# Fish Tacos aka The Fire



## FishGolfDrink (Apr 19, 2011)

Got some of these guys over the weekend so decided to make some fish taco's 









~1 lb fillets, AJ soaks up this marinade very well
-2 or 3 cloves of garlic
-2 tablespoons oil
-1/4 white onion chopped
-1 or 2 chipotle peppers in adobo (chopped up)
-2 tablespoons cilantro chopped
-1 tsp cumin
-1 tsp black pepper
-1 tablespoon lime juice
-2 tablespoons orange juice
-1 teaspoon soy sauce

Poke some holes in your fillets with a fork then toss it into a freezer size bag. chop up your garlic cloves and toss them in the bag. drizzle with the oil. Seal the bag and rub the garlic into the fish. Next add the chopped onion, chipotle peppers, cilantro, cumin, pepper, lime juice, orange juice and soy. Let marinade for a few hours in the fridge.

Pull fish out of the fridge and let it come up closer to room temp while you prepare the grill. Cook on the grill and pour some of the marinade from the bag on the fish. Remove when done and flake the fish gently into nice pieces (if you flake it too much it'll be mushy). Hit it with a squirt of fresh lime juice (I also add some Ancho chili powder and cumin).

Fill tortillas with the flaked fish and add toppings. I like a non-mayo based red cabbage slaw and my homemade orange habanero hot sauce. 

These tacos are the fire! This recipe/marinade works well with skirt/flank steak too.
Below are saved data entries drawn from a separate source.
describe('latticeChart: bad input', () => {
  it('escapes <&"\' in labels, title and method, and drops characters XML forbids', () => {
    const nasty = '<b>&"Na\'Cl"</b>';
    const s = latticeChart(
      [
        { ...SALTS[0], label: nasty, method: 'A & B <cycle>' },
        { ...SALTS[2], label: 'Mg\u0001O\uD800' },
      ],
      { title: 'Title <script>alert("x")</script> & more' },
    );
    expect(s).not.toContain('<b>');
    expect(s).not.toContain('<script>');
    const svg = parse(s); // strict parser: throws on a stray < or &
    expect(svg.children[0].text).toBe('Title <script>alert("x")</script> & more');
    const labels = one(svg, hasClass('iw-lc-labels')).children.map((l) => l.text);
    expect(labels).toContain(nasty);
    expect(labels).toContain('MgO');
    const titles = pointsOf(svg).map((p) => p.title);
    expect(titles.some((t) => t.startsWith(`${nasty}: 787 kJ/mol (A & B <cycle>`))).toBe(true);
  });

  it('drops NaN, Infinity and non-positive values without crashing, and says so', () => {
    const bad: LatticePoint[] = [
      { ...SALTS[0], kJPerMol: NaN },
      { ...SALTS[1], kJPerMol: Infinity },
      { ...SALTS[2], kJPerMol: -5 },
      { ...SALTS[3], inverseR0: NaN },
      { ...SALTS[4], inverseR0: -Infinity },
    ];
    const s = latticeChart([...bad, SALTS[5]]);
    expect(s).not.toMatch(/NaN|Infinity/);
    const svg = parse(s);
    expect(pointsOf(svg).map((p) => p.title.split(':')[0])).toEqual(['CaF₂']);
    expect(one(svg, (e) => e.name === 'desc').text).toMatch(/5 entries with missing or invalid values left out/);
    // all bad: the message, not an empty string
    const none = latticeChart(bad);
    expect(parse(none).text).toMatch(/No salts with lattice energies to chart/);
  });

  it('survives values far too small for tick labels (a melting point of 1e-200 °C)', () => {
    const tiny = [
      { ...SALTS[0], meltingPointC: 1.1e-200 },
      { ...SALTS[1], kJPerMol: 1e-200, meltingPointC: 2e-200 },
    ];
    const svg = parse(latticeChart(tiny));
    expect(pointsOf(svg)).toHaveLength(2);
    expect(ticksOf(svg, 'iw-lc-mticks', 'y').every((t) => Number.isFinite(t.value))).toBe(true);
  });

  it('survives garbage that slips past the types', () => {
    const garbage = [null, 42, 'NaCl', { label: undefined, kJPerMol: 800, inverseR0: 0.35, chargeProduct: 1 }, {}] as unknown as LatticePoint[];
    const svg = parse(latticeChart(garbage, { x: 'sideways' as never, title: 7 as never }));
    expect(pointsOf(svg)).toHaveLength(1);
    expect(pointsOf(svg)[0].title).toMatch(/^\?: ≈ 800 kJ\/mol \(estimate, model\)/);
    expect(() => latticeChart(undefined as never, null as never)).not.toThrow();
    expect(parse(latticeChart(undefined as never)).text).toMatch(/No salts with lattice energies to chart/);
  });

  it('says there is nothing to chart for an empty list, as a small svg', () => {
    const s = latticeChart([]);
    const svg = parse(s);
    expect(svg.name).toBe('svg');
    expect(svg.attrs.role).toBe('img');
    expect(svg.attrs.viewBox).toMatch(/^0 0 640 \d+$/);
    expect(Number(svg.attrs.height)).toBeLessThan(100);
    expect(svg.children[0].name).toBe('title');
    expect(svg.text).toMatch(/No salts with lattice energies to chart/);
    expect(pointsOf(svg)).toHaveLength(0);
  });

  it('leaves out salts without radii in the inverse-radius mode and counts them', () => {
    const svg = parse(latticeChart([...SALTS, NH4NO3]));
    expect(pointsOf(svg)).toHaveLength(6);
    expect(one(svg, (e) => e.name === 'desc').text).toMatch(/1 salt without known ionic radii left out \(NH₄NO₃\)/);
    const only = parse(latticeChart([NH4NO3]));
    expect(only.text).toMatch(/No salts with lattice energies to chart/);
    expect(one(only, (e) => e.name === 'desc').text).toMatch(/without known ionic radii/);
    expect(pointsOf(parse(latticeChart([NH4NO3], { x: 'charge-product' })))).toHaveLength(1);
  });

  it('charts a single salt with a sensible range around it', () => {
    const svg = parse(latticeChart([SALTS[0]]));
    const [p] = pointsOf(svg);
    const plot = plotArea(svg);
    expect(p.cx).toBeGreaterThan(plot.x0);
    expect(p.cx).toBeLessThan(plot.x1);
    const y = ticksOf(svg, 'iw-lc-yticks', 'y').map((t) => t.value);
    expect(y[0]).toBeLessThanOrEqual(787);
    expect(y[y.length - 1]).toBeGreaterThanOrEqual(787);
    expect(y[y.length - 1] - y[0]).toBeGreaterThanOrEqual(0.2 * 787 - 1e-9); // not a ±5 kJ/mol magnifying glass
  });

  it('charts 500 salts: well-formed, all inside, labels thinned out and counted', () => {
    const many: LatticePoint[] = Array.from({ length: 500 }, (_, i) => ({
      label: `X${i}`,
      kJPerMol: 600 + ((i * 7919) % 3200),
      method: 'Kapustinskii equation',
      estimate: i % 3 !== 0,
      inverseR0: 0.3 + ((i * 104729) % 1000) / 5000,
      chargeProduct: 1 + (i % 4),
      meltingPointC: i % 5 ? undefined : 500 + i * 4,
    }));
    const svg = parse(latticeChart(many));
    const pts = pointsOf(svg);
    expect(pts).toHaveLength(500);
    const plot = plotArea(svg);
    for (const p of pts) {
      expect(p.cx).toBeGreaterThanOrEqual(plot.x0 - 0.01);
      expect(p.cx).toBeLessThanOrEqual(plot.x1 + 0.01);
      expect(p.cy).toBeGreaterThanOrEqual(plot.y0 - 0.01);
      expect(p.cy).toBeLessThanOrEqual(plot.y1 + 0.01);
    }
    const labels = one(svg, hasClass('iw-lc-labels')).children.length;
    expect(labels).toBeLessThan(500);
    expect(one(svg, (e) => e.name === 'desc').text).toContain(`${500 - labels} formula labels left out`);
  });
});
Just change the toppings to onions/peppers, diced cilantro/onion, sour cream, cheese, etc.


----------



## MrFish (Aug 21, 2009)

Sounds good. I might give this a try this weekend. Thanks.


----------



## Paymaster (Jan 9, 2012)

Believe that would be some good eats!!!!!!!!!!!!!!! Thanks for sharing the recipe!


----------